■ Work to be completed:
Copy all the records exactly; the complete set is the expected result.

(Data extracted from a collection)
▼

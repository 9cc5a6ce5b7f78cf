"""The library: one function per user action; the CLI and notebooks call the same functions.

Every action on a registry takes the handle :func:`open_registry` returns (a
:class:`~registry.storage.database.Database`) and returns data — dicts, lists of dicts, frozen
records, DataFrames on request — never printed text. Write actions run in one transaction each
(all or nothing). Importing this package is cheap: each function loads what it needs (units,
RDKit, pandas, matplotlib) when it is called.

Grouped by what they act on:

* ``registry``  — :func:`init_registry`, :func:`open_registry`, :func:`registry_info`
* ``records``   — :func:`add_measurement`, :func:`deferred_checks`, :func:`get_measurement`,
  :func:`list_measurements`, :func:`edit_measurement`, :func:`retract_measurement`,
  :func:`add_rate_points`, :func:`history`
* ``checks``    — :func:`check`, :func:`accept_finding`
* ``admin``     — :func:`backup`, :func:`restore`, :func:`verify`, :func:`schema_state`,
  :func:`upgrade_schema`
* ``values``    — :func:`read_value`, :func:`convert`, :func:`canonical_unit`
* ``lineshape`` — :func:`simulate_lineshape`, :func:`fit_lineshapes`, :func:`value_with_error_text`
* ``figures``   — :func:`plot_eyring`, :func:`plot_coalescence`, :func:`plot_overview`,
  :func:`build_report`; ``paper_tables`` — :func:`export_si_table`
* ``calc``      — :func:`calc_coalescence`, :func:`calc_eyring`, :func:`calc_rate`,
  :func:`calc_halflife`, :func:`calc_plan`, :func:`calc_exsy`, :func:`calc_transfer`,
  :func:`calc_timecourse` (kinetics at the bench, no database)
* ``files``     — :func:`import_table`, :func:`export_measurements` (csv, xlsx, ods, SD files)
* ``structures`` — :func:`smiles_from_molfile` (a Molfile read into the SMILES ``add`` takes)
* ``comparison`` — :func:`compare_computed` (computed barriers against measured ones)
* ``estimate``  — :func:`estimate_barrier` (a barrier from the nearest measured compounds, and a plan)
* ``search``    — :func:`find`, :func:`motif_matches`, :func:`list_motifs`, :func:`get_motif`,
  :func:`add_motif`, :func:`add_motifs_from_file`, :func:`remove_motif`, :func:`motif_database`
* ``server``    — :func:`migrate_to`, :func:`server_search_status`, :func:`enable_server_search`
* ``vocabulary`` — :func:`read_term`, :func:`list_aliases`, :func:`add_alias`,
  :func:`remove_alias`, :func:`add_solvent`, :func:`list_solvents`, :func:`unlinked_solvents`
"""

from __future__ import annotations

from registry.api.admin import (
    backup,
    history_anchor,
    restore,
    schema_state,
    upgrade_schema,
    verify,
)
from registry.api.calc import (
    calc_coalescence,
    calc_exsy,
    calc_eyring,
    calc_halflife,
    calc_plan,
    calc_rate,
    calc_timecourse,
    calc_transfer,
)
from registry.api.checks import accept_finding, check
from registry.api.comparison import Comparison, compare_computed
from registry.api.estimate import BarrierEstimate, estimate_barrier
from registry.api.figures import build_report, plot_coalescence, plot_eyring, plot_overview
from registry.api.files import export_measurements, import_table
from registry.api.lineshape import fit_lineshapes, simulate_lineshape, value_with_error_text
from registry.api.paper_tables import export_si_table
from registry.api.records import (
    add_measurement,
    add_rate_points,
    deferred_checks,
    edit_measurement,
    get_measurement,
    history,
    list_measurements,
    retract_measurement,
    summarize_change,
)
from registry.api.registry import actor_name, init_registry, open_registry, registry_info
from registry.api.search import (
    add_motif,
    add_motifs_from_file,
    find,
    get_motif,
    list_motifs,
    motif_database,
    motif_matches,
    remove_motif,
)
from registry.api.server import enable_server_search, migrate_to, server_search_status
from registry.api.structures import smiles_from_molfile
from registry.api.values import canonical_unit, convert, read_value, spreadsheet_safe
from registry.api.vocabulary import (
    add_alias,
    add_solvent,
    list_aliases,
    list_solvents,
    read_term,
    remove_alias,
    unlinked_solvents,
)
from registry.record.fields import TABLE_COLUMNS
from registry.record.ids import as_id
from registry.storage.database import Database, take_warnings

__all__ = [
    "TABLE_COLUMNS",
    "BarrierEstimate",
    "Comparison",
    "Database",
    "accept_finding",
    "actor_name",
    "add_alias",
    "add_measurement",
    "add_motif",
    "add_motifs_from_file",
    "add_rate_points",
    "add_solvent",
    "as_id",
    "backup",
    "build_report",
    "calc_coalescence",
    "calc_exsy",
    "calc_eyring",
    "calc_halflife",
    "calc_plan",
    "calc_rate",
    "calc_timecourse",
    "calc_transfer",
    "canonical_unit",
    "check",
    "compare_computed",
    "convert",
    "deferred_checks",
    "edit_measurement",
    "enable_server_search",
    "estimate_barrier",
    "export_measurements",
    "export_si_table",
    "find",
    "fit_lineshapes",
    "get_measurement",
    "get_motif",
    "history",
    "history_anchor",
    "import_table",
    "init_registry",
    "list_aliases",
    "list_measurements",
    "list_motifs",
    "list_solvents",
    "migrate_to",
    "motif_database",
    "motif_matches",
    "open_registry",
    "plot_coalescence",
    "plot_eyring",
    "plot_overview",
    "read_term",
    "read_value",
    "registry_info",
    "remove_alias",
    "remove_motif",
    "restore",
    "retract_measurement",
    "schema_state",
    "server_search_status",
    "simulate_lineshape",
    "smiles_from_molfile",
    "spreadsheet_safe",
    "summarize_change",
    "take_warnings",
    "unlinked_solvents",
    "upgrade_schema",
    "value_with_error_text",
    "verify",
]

▲

■ Written answer:
repository 9cc5a6ce5b7f78cf
"""The library: one function per user action; the CLI and notebooks call the same functions.

Every action on a registry takes the handle :func:`open_registry` returns (a
:class:`~registry.storage.database.Database`) and returns data — dicts, lists of dicts, frozen
records, DataFrames on request — never printed text. Write actions run in one transaction each
(all or nothing). Importing this package is cheap: each function loads what it needs (units,
RDKit, pandas, matplotlib) when it is called.

Grouped by what they act on:

* ``registry``  — :func:`init_registry`, :func:`open_registry`, :func:`registry_info`
* ``records``   — :func:`add_measurement`, :func:`deferred_checks`, :func:`get_measurement`,
  :func:`list_measurements`, :func:`edit_measurement`, :func:`retract_measurement`,
  :func:`add_rate_points`, :func:`history`
* ``checks``    — :func:`check`, :func:`accept_finding`
* ``admin``     — :func:`backup`, :func:`restore`, :func:`verify`, :func:`schema_state`,
  :func:`upgrade_schema`
* ``values``    — :func:`read_value`, :func:`convert`, :func:`canonical_unit`
* ``lineshape`` — :func:`simulate_lineshape`, :func:`fit_lineshapes`, :func:`value_with_error_text`
* ``figures``   — :func:`plot_eyring`, :func:`plot_coalescence`, :func:`plot_overview`,
  :func:`build_report`; ``paper_tables`` — :func:`export_si_table`
* ``calc``      — :func:`calc_coalescence`, :func:`calc_eyring`, :func:`calc_rate`,
  :func:`calc_halflife`, :func:`calc_plan`, :func:`calc_exsy`, :func:`calc_transfer`,
  :func:`calc_timecourse` (kinetics at the bench, no database)
* ``files``     — :func:`import_table`, :func:`export_measurements` (csv, xlsx, ods, SD files)
* ``structures`` — :func:`smiles_from_molfile` (a Molfile read into the SMILES ``add`` takes)
* ``comparison`` — :func:`compare_computed` (computed barriers against measured ones)
* ``estimate``  — :func:`estimate_barrier` (a barrier from the nearest measured compounds, and a plan)
* ``search``    — :func:`find`, :func:`motif_matches`, :func:`list_motifs`, :func:`get_motif`,
  :func:`add_motif`, :func:`add_motifs_from_file`, :func:`remove_motif`, :func:`motif_database`
* ``server``    — :func:`migrate_to`, :func:`server_search_status`, :func:`enable_server_search`
* ``vocabulary`` — :func:`read_term`, :func:`list_aliases`, :func:`add_alias`,
  :func:`remove_alias`, :func:`add_solvent`, :func:`list_solvents`, :func:`unlinked_solvents`
"""

from __future__ import annotations

from registry.api.admin import (
    backup,
    history_anchor,
    restore,
    schema_state,
    upgrade_schema,
    verify,
)
from registry.api.calc import (
    calc_coalescence,
    calc_exsy,
    calc_eyring,
    calc_halflife,
    calc_plan,
    calc_rate,
    calc_timecourse,
    calc_transfer,
)
from registry.api.checks import accept_finding, check
from registry.api.comparison import Comparison, compare_computed
from registry.api.estimate import BarrierEstimate, estimate_barrier
from registry.api.figures import build_report, plot_coalescence, plot_eyring, plot_overview
from registry.api.files import export_measurements, import_table
from registry.api.lineshape import fit_lineshapes, simulate_lineshape, value_with_error_text
from registry.api.paper_tables import export_si_table
from registry.api.records import (
    add_measurement,
    add_rate_points,
    deferred_checks,
    edit_measurement,
    get_measurement,
    history,
    list_measurements,
    retract_measurement,
    summarize_change,
)
from registry.api.registry import actor_name, init_registry, open_registry, registry_info
from registry.api.search import (
    add_motif,
    add_motifs_from_file,
    find,
    get_motif,
    list_motifs,
    motif_database,
    motif_matches,
    remove_motif,
)
from registry.api.server import enable_server_search, migrate_to, server_search_status
from registry.api.structures import smiles_from_molfile
from registry.api.values import canonical_unit, convert, read_value, spreadsheet_safe
from registry.api.vocabulary import (
    add_alias,
    add_solvent,
    list_aliases,
    list_solvents,
    read_term,
    remove_alias,
    unlinked_solvents,
)
from registry.record.fields import TABLE_COLUMNS
from registry.record.ids import as_id
from registry.storage.database import Database, take_warnings

__all__ = [
    "TABLE_COLUMNS",
    "BarrierEstimate",
    "Comparison",
    "Database",
    "accept_finding",
    "actor_name",
    "add_alias",
    "add_measurement",
    "add_motif",
    "add_motifs_from_file",
    "add_rate_points",
    "add_solvent",
    "as_id",
    "backup",
    "build_report",
    "calc_coalescence",
    "calc_exsy",
    "calc_eyring",
    "calc_halflife",
    "calc_plan",
    "calc_rate",
    "calc_timecourse",
    "calc_transfer",
    "canonical_unit",
    "check",
    "compare_computed",
    "convert",
    "deferred_checks",
    "edit_measurement",
    "enable_server_search",
    "estimate_barrier",
    "export_measurements",
    "export_si_table",
    "find",
    "fit_lineshapes",
    "get_measurement",
    "get_motif",
    "history",
    "history_anchor",
    "import_table",
    "init_registry",
    "list_aliases",
    "list_measurements",
    "list_motifs",
    "list_solvents",
    "migrate_to",
    "motif_database",
    "motif_matches",
    "open_registry",
    "plot_coalescence",
    "plot_eyring",
    "plot_overview",
    "read_term",
    "read_value",
    "registry_info",
    "remove_alias",
    "remove_motif",
    "restore",
    "retract_measurement",
    "schema_state",
    "server_search_status",
    "simulate_lineshape",
    "smiles_from_molfile",
    "spreadsheet_safe",
    "summarize_change",
    "take_warnings",
    "unlinked_solvents",
    "upgrade_schema",
    "value_with_error_text",
    "verify",
]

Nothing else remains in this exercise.